*Data in this exercise*:
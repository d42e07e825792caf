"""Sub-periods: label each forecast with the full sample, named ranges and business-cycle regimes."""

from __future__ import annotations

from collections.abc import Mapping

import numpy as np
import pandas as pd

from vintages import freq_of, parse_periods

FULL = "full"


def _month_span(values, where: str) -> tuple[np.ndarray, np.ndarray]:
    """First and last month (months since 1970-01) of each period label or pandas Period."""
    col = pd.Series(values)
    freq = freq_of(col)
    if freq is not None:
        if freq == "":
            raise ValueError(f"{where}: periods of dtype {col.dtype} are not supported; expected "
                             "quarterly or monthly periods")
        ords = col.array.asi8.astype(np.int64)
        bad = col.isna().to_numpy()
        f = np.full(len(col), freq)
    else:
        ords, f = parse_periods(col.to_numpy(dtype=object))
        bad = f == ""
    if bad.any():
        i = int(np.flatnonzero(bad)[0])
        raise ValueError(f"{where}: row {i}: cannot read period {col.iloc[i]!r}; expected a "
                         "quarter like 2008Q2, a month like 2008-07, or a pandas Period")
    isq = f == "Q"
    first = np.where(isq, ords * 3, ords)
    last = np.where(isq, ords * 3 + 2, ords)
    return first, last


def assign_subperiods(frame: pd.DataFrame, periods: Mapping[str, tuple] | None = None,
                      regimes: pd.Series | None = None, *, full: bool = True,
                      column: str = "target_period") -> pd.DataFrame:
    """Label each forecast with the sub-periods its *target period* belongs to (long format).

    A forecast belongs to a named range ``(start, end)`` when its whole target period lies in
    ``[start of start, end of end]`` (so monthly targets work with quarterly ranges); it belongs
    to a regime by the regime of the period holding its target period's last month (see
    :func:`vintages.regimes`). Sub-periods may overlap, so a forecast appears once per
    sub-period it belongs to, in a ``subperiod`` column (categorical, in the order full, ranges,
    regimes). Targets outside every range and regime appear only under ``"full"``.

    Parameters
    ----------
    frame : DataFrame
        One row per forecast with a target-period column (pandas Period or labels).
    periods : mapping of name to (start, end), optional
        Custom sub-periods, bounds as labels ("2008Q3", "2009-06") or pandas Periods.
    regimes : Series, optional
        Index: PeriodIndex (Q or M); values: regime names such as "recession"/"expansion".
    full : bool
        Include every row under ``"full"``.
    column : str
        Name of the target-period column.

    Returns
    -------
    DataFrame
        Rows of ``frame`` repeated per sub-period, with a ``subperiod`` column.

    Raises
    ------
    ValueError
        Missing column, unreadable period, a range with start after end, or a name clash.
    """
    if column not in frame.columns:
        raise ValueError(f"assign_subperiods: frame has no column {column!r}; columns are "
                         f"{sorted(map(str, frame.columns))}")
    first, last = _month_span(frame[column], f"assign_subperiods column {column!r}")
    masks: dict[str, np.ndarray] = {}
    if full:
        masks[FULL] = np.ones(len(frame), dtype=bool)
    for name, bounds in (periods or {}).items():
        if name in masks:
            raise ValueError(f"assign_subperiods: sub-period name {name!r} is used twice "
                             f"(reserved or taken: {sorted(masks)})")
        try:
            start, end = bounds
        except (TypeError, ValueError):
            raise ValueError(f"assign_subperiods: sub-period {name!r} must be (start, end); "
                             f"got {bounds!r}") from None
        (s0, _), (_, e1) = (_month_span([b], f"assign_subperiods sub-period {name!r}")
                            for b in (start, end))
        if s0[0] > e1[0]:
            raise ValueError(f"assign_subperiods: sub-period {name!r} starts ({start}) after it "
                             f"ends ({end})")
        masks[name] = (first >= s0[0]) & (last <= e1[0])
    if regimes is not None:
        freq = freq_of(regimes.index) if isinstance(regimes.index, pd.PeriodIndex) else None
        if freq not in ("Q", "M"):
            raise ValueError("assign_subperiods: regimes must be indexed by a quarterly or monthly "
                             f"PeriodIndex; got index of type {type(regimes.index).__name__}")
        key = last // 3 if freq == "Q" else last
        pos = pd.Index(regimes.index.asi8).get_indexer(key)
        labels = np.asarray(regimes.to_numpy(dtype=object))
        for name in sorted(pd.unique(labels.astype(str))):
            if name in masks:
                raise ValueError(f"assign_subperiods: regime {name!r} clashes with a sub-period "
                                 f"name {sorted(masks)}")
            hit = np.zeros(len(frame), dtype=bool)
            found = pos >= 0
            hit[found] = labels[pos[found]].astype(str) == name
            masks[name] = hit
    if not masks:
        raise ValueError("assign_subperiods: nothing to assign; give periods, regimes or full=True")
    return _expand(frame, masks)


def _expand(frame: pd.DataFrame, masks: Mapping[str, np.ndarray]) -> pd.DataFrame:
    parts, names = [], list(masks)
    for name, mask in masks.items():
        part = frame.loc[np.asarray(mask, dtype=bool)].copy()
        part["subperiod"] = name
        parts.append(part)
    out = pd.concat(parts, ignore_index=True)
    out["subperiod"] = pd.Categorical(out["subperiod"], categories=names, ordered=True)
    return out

*Goal of the exercise*: Write out the listing exactly, keeping every character.

*Task answer*:
repository d42e07e825792caf
"""Sub-periods: label each forecast with the full sample, named ranges and business-cycle regimes."""

from __future__ import annotations

from collections.abc import Mapping

import numpy as np
import pandas as pd

from vintages import freq_of, parse_periods

FULL = "full"


def _month_span(values, where: str) -> tuple[np.ndarray, np.ndarray]:
    """First and last month (months since 1970-01) of each period label or pandas Period."""
    col = pd.Series(values)
    freq = freq_of(col)
    if freq is not None:
        if freq == "":
            raise ValueError(f"{where}: periods of dtype {col.dtype} are not supported; expected "
                             "quarterly or monthly periods")
        ords = col.array.asi8.astype(np.int64)
        bad = col.isna().to_numpy()
        f = np.full(len(col), freq)
    else:
        ords, f = parse_periods(col.to_numpy(dtype=object))
        bad = f == ""
    if bad.any():
        i = int(np.flatnonzero(bad)[0])
        raise ValueError(f"{where}: row {i}: cannot read period {col.iloc[i]!r}; expected a "
                         "quarter like 2008Q2, a month like 2008-07, or a pandas Period")
    isq = f == "Q"
    first = np.where(isq, ords * 3, ords)
    last = np.where(isq, ords * 3 + 2, ords)
    return first, last


def assign_subperiods(frame: pd.DataFrame, periods: Mapping[str, tuple] | None = None,
                      regimes: pd.Series | None = None, *, full: bool = True,
                      column: str = "target_period") -> pd.DataFrame:
    """Label each forecast with the sub-periods its *target period* belongs to (long format).

    A forecast belongs to a named range ``(start, end)`` when its whole target period lies in
    ``[start of start, end of end]`` (so monthly targets work with quarterly ranges); it belongs
    to a regime by the regime of the period holding its target period's last month (see
    :func:`vintages.regimes`). Sub-periods may overlap, so a forecast appears once per
    sub-period it belongs to, in a ``subperiod`` column (categorical, in the order full, ranges,
    regimes). Targets outside every range and regime appear only under ``"full"``.

    Parameters
    ----------
    frame : DataFrame
        One row per forecast with a target-period column (pandas Period or labels).
    periods : mapping of name to (start, end), optional
        Custom sub-periods, bounds as labels ("2008Q3", "2009-06") or pandas Periods.
    regimes : Series, optional
        Index: PeriodIndex (Q or M); values: regime names such as "recession"/"expansion".
    full : bool
        Include every row under ``"full"``.
    column : str
        Name of the target-period column.

    Returns
    -------
    DataFrame
        Rows of ``frame`` repeated per sub-period, with a ``subperiod`` column.

    Raises
    ------
    ValueError
        Missing column, unreadable period, a range with start after end, or a name clash.
    """
    if column not in frame.columns:
        raise ValueError(f"assign_subperiods: frame has no column {column!r}; columns are "
                         f"{sorted(map(str, frame.columns))}")
    first, last = _month_span(frame[column], f"assign_subperiods column {column!r}")
    masks: dict[str, np.ndarray] = {}
    if full:
        masks[FULL] = np.ones(len(frame), dtype=bool)
    for name, bounds in (periods or {}).items():
        if name in masks:
            raise ValueError(f"assign_subperiods: sub-period name {name!r} is used twice "
                             f"(reserved or taken: {sorted(masks)})")
        try:
            start, end = bounds
        except (TypeError, ValueError):
            raise ValueError(f"assign_subperiods: sub-period {name!r} must be (start, end); "
                             f"got {bounds!r}") from None
        (s0, _), (_, e1) = (_month_span([b], f"assign_subperiods sub-period {name!r}")
                            for b in (start, end))
        if s0[0] > e1[0]:
            raise ValueError(f"assign_subperiods: sub-period {name!r} starts ({start}) after it "
                             f"ends ({end})")
        masks[name] = (first >= s0[0]) & (last <= e1[0])
    if regimes is not None:
        freq = freq_of(regimes.index) if isinstance(regimes.index, pd.PeriodIndex) else None
        if freq not in ("Q", "M"):
            raise ValueError("assign_subperiods: regimes must be indexed by a quarterly or monthly "
                             f"PeriodIndex; got index of type {type(regimes.index).__name__}")
        key = last // 3 if freq == "Q" else last
        pos = pd.Index(regimes.index.asi8).get_indexer(key)
        labels = np.asarray(regimes.to_numpy(dtype=object))
        for name in sorted(pd.unique(labels.astype(str))):
            if name in masks:
                raise ValueError(f"assign_subperiods: regime {name!r} clashes with a sub-period "
                                 f"name {sorted(masks)}")
            hit = np.zeros(len(frame), dtype=bool)
            found = pos >= 0
            hit[found] = labels[pos[found]].astype(str) == name
            masks[name] = hit
    if not masks:
        raise ValueError("assign_subperiods: nothing to assign; give periods, regimes or full=True")
    return _expand(frame, masks)


def _expand(frame: pd.DataFrame, masks: Mapping[str, np.ndarray]) -> pd.DataFrame:
    parts, names = [], list(masks)
    for name, mask in masks.items():
        part = frame.loc[np.asarray(mask, dtype=bool)].copy()
        part["subperiod"] = name
        parts.append(part)
    out = pd.concat(parts, ignore_index=True)
    out["subperiod"] = pd.Categorical(out["subperiod"], categories=names, ordered=True)
    return out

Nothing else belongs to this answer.